Мама очень преданный друг. Как-то с ней произошла совершенно антиактерская история. В Театре Моссовета, где она тогда работала, шла пьеса «Не было ни гроша, да вдруг алтын». В ней играла мамина подруга Эльвира Бруновская. Неожиданно, за сутки до спектакля, она заболела. Мама понимала, что если введут другую актрису, появится второй состав и Эльвире придется играть в очередь. И мама решила выручить подругу — один раз сыграть вместо нее. Текст выучить она, естественно, не смогла, хотя мы работали всю ночь. В день спектакля я лежала прямо на сцене, завернутая в занавес. Ползала за ней и шипела текст. И тот спектакль она отыграла блестяще — совершила для подруги этот подвиг.
Дружить она умеет. Вообще она умеет многое. Не умеет она всякую ерунду — шить, заниматься домом. Уверяет меня, что и детей воспитывать она совершенно не умеет. Когда я не знаю, как справиться со своими сыновьями, и спрашиваю ее, как же она воспитывала меня, она отвечает: «Я тебя не воспитывала. Тебя и не надо было воспитывать. Мне дали девочку спокойную, самостоятельную. Я бы ни с какой другой не справилась. А тебе дали двух мужиков».

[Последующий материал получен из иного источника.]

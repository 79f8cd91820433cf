import type { ModelProfile } from "@shared/schemas/models";
import type { WorkbenchInputs } from "./inputs";

/** A target four times the trained length: a common first step of context extension (common practice, no source). */
export const suggestedTarget = (trainedContext: number) => String(trainedContext * 4);

/** Fills what a bare /workbench link leaves open: the first profile, and a target for it. */
export function withDefaults(inputs: WorkbenchInputs, profiles: ModelProfile[]): WorkbenchInputs {
  let next = inputs;
  if (next.model.kind === "saved" && next.model.id === null && profiles.length)
    next = { ...next, model: { kind: "saved", id: profiles[0].id } };
  const m = next.model;
  const chosen = m.kind === "saved" ? profiles.find((p) => p.id === m.id) : undefined;
  if (next.target === "" && chosen) next = { ...next, target: suggestedTarget(chosen.trainedContext) };
  return next;
}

Когда я решила поступать в театральный институт, родители меня, конечно, старались отговорить. Это был 1990 год: и в театре, и в кино все было сложно. Но в свои 16 лет я была настроена решительно. Сделала лишь одну уступку — дала родителям слово, что поступать буду только в один институт и только один раз. Сама подготовила программу. Не показала ее ни маме, ни папе. Курс набирал Олег Павлович Табаков. Они его предупредили: «Если увидишь, что у нее нет способностей, скажи нам, мы сделаем все, чтобы не отправлять ребенка на это мучение».

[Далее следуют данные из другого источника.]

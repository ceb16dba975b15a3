/**
 * Captures: receive an upload (checked by the engine's quick look at its first bytes), store it with
 * its first analysis queued — the capture row and the analysis row in one transaction, the file moved
 * into place inside it, so that no file is left without its rows nor rows without their file — list,
 * read and delete (file and rows together).
 */
import { createReadStream } from 'node:fs';
import path from 'node:path';
import type { Knex } from 'knex';
import type { z } from 'zod';
import type { AnalysisSettings } from '../../contracts/analyses';
import {
  settingsFromUpload,
  type Capture,
  type CaptureDetailResponse,
  type CaptureListQuery,
  type CaptureListResponse,
  type CreateCaptureResponse,
  type ParsedCaptureUploadFields,
  type SetupParams,
} from '../../contracts/captures';
import { AppError } from '../../errors';
import { newId } from '../../lib/ids';
import type { Storage } from '../../storage/storage';
import { parseJsonColumn, toAnalysisSummary } from '../analyses/analysis-mapping';
import { findAnalysisSummary, insertAnalysis, listAnalysesOfCapture } from '../analyses/analyses.repository';
import { recordAudit } from '../audit/record-audit';
import type { BenchAccess } from '../benches/bench-policy';
import type { LasersService } from '../lasers/lasers.service';
import {
  accessFromRow,
  assertCaptureAction,
  assertIdShape,
  assertMayDeleteCapture,
  CAPTURE_NOT_FOUND,
} from './capture-policy';
import {
  deleteCapture,
  findCaptureByFileName,
  findCaptureForUser,
  findCaptureWithNames,
  findFirstWithSha256,
  insertCapture,
  listCaptures,
  storageKeysOfCapture,
  type CaptureRow,
  type CaptureRowWithNames,
} from './captures.repository';
import { inspectUpload } from './inspect-upload';
import { receiveIntoStorage, type ReceivedFile } from './upload-storage-engine';

type ParsedListQuery = z.output<typeof CaptureListQuery>;

export interface CapturesServiceDeps {
  db: Knex;
  storage: Storage;
  lasers: LasersService;
  /** called after new analyses were queued (the job runner looks at once instead of at its next poll) */
  onQueued?: () => void;
  logger?: { warn(obj: object, msg: string): void };
}

export function toCapture(row: CaptureRowWithNames): Capture {
  return {
    id: row.id,
    benchId: row.bench_id,
    laserId: row.laser_id,
    uploadedBy: row.uploaded_by,
    uploadedByName: row.uploaded_by_name ?? null,
    fileName: row.file_name,
    sizeBytes: Number(row.size_bytes),
    sha256: row.sha256,
    format: row.format,
    kind: row.kind,
    sampleRateHz: row.sample_rate_hz,
    dtype: row.dtype,
    channels: row.channels,
    byteOrder: row.byte_order,
    setup: row.setup,
    setupParams: parseJsonColumn<SetupParams>(row.setup_params),
    driveCurrentMa: row.drive_current_ma,
    temperatureC: row.temperature_c,
    outputPowerMw: row.output_power_mw,
    notes: row.notes,
    tags: parseJsonColumn<string[]>(row.tags) ?? [],
    duplicateOf: row.duplicate_of,
    createdAt: new Date(row.created_at).toISOString(),
  };
}

/** A file name as shown: the last path segment, control characters dropped, at most 255 characters. */
function cleanFileName(name: string): string {
  // eslint-disable-next-line no-control-regex
  const base = path.basename(name.replace(/\\/g, '/')).replace(/[\u0000-\u001f\u007f]/g, '').trim();
  return (base || 'capture').slice(0, 255);
}

export function createCapturesService(deps: CapturesServiceDeps) {
  const { db, storage } = deps;

  async function accessToCapture(userId: string, captureId: string) {
    assertIdShape(captureId, CAPTURE_NOT_FOUND);
    const row = await findCaptureForUser(db, captureId, userId);
    return { row: row as CaptureRowWithNames, access: accessFromRow(row, userId, CAPTURE_NOT_FOUND) };
  }

  async function checkLaser(access: BenchAccess, laserId: string | undefined): Promise<void> {
    if (!laserId) return;
    try {
      await deps.lasers.get(access, laserId);
    } catch (e) {
      if (e instanceof AppError && e.status === 404) {
        throw new AppError(400, 'validation_failed', 'check this field: laserId', [
          { path: 'laserId', message: 'no such laser on this bench' },
        ]);
      }
      throw e;
    }
  }

  /**
   * Stores a received file as a capture with its first analysis queued. The temporary file is moved
   * into place or removed: whatever fails, nothing is left half-stored.
   */
  async function create(
    access: BenchAccess,
    file: ReceivedFile,
    fields: ParsedCaptureUploadFields,
  ): Promise<CreateCaptureResponse> {
    const captureId = newId();
    const analysisId = newId();
    const finalKey = `captures/${access.benchId}/${captureId}`;
    let moved = false;
    try {
      assertCaptureAction(access, 'captures.write');
      const settings: AnalysisSettings = settingsFromUpload(fields);
      const inspected = inspectUpload(file.head, file.sizeBytes, file.originalName, fields);
      await checkLaser(access, fields.laserId);
      const duplicateOf = await findFirstWithSha256(db, access.benchId, file.sha256);
      const now = new Date();
      const row: CaptureRow = {
        id: captureId,
        bench_id: access.benchId,
        laser_id: fields.laserId ?? null,
        uploaded_by: access.userId,
        file_name: cleanFileName(file.originalName),
        storage_key: finalKey,
        size_bytes: file.sizeBytes,
        sha256: file.sha256,
        format: inspected.format,
        kind: inspected.kind,
        sample_rate_hz: inspected.sampleRateHz,
        dtype: inspected.dtype,
        channels: inspected.channels,
        byte_order: inspected.byteOrder,
        setup: fields.setup ?? null,
        setup_params: fields.setupParams ?? null,
        drive_current_ma: fields.driveCurrentMa ?? null,
        temperature_c: fields.temperatureC ?? null,
        output_power_mw: fields.outputPowerMw ?? null,
        notes: fields.notes ?? null,
        tags: fields.tags ?? [],
        duplicate_of: duplicateOf,
        created_at: now,
      };
      await db.transaction(async (trx) => {
        await insertCapture(trx, row);
        await insertAnalysis(trx, {
          id: analysisId,
          capture_id: captureId,
          created_by: access.userId,
          settings,
          created_at: now,
        });
        await recordAudit(trx, {
          benchId: access.benchId,
          actorId: access.userId,
          action: 'capture.uploaded',
          targetType: 'capture',
          targetId: captureId,
          details: { fileName: row.file_name, sha256: row.sha256, sizeBytes: row.size_bytes, analysisId },
        });
        // Inside the transaction: a failed move rolls the rows back.
        await storage.move(file.tempKey, finalKey);
        moved = true;
      });
    } catch (e) {
      // Whatever failed — the check, a row, the move or the commit — no file is left behind.
      await storage.delete(file.tempKey).catch(() => {});
      if (moved) await storage.delete(finalKey).catch(() => {});
      throw e;
    }
    deps.onQueued?.();
    const captureRow = await findCaptureWithNames(db, captureId);
    const analysisRow = await findAnalysisSummary(db, analysisId);
    if (!captureRow || !analysisRow) throw new Error('the capture vanished right after it was stored');
    const capture = toCapture(captureRow);
    const reply: CreateCaptureResponse = { capture, analysis: toAnalysisSummary(analysisRow) };
    if (capture.duplicateOf) reply.duplicateOf = capture.duplicateOf;
    return reply;
  }

  return {
    create,

    /**
     * The same path for a file already on this machine (the demo seed, scripts): streamed into
     * storage with its sha256, then `create`.
     */
    async createFromPath(
      access: BenchAccess,
      filePath: string,
      fields: ParsedCaptureUploadFields,
      fileName = path.basename(filePath),
    ): Promise<CreateCaptureResponse> {
      assertCaptureAction(access, 'captures.write');
      const received = await receiveIntoStorage(storage, createReadStream(filePath), fileName);
      return create(access, received, fields);
    },

    /** The earliest capture on the bench with this file name, or null (the demo seed stays idempotent with it). */
    async findByFileName(access: BenchAccess, fileName: string): Promise<Capture | null> {
      assertCaptureAction(access, 'captures.read');
      const row = await findCaptureByFileName(db, access.benchId, fileName);
      return row ? toCapture(row) : null;
    },

    async list(access: BenchAccess, query: ParsedListQuery): Promise<CaptureListResponse> {
      assertCaptureAction(access, 'captures.read');
      const { rows, total } = await listCaptures(
        db,
        { benchId: access.benchId, laserId: query.laserId, kind: query.kind, tag: query.tag },
        { limit: query.pageSize, offset: (query.page - 1) * query.pageSize },
      );
      return {
        captures: rows.map((r) => ({
          ...toCapture(r),
          latestAnalysis: r.a_id
            ? {
                id: r.a_id,
                status: r.a_status!,
                progress: r.a_progress ?? 0,
                stage: r.a_stage ?? '',
                intrinsicLinewidthHz: r.a_intrinsic_linewidth_hz,
                betaLinewidthHz: r.a_beta_linewidth_hz,
                lineshapeFwhmHz: r.a_lineshape_fwhm_hz,
              }
            : null,
        })),
        page: query.page,
        pageSize: query.pageSize,
        total,
      };
    },

    async get(userId: string, captureId: string): Promise<CaptureDetailResponse> {
      const { row, access } = await accessToCapture(userId, captureId);
      assertCaptureAction(access, 'captures.read');
      const analyses = await listAnalysesOfCapture(db, captureId);
      return { capture: toCapture(row), analyses: analyses.map(toAnalysisSummary) };
    },

    /** Deletes the capture's rows (its analyses go with it), then its file and series files. */
    async remove(userId: string, captureId: string): Promise<void> {
      const { row, access } = await accessToCapture(userId, captureId);
      assertMayDeleteCapture(access, row.uploaded_by);
      let keys: string[] = [];
      await db.transaction(async (trx) => {
        keys = [row.storage_key, ...(await storageKeysOfCapture(trx, captureId))];
        await deleteCapture(trx, captureId);
        await recordAudit(trx, {
          benchId: access.benchId,
          actorId: userId,
          action: 'capture.deleted',
          targetType: 'capture',
          targetId: captureId,
          details: { fileName: row.file_name, sha256: row.sha256 },
        });
      });
      for (const key of keys) {
        await storage.delete(key).catch((e: unknown) => deps.logger?.warn({ err: e, key }, 'removing a stored file failed'));
      }
    },
  };
}

export type CapturesService = ReturnType<typeof createCapturesService>;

После очередного тура Олег Павлович им сказал: «Ничем не могу вас порадовать. Она способная». Конечно, они обрадовались. Я уверена, что они рады, что я этим занимаюсь. Я там, где должна быть.
Первый свой спектакль во МХАТе я сыграла на третьем курсе. Мама и Вячеслав Невинный играли супружескую пару, а я одну из дочерей. Я вышла, начала свой монолог, повернулась к маме и вдруг увидела, что она, забыв обо всем, стоит и за мной повторяет губами мой текст. Я настолько оцепенела от этой страшной картины, что отвернулась от нее. Мама потом мне сказала, что она действительно забыла обо всем. Материнство полностью перебило в ней все актерское. Она забыла, кто она, что должна делать. Понимала только одно — вышел ребенок и ему надо помочь.
Наталья Тенякова в программе «Мой герой»
В 2019 году Наталья Тенякова и Нина Дробышева поделили «Нику» за лучшую роль второго плана за работу в фильме Андрея Смирнова «Француз», где они сыграли сестер Марию Кирилловну и Ольгу Кирилловну Обрезковых.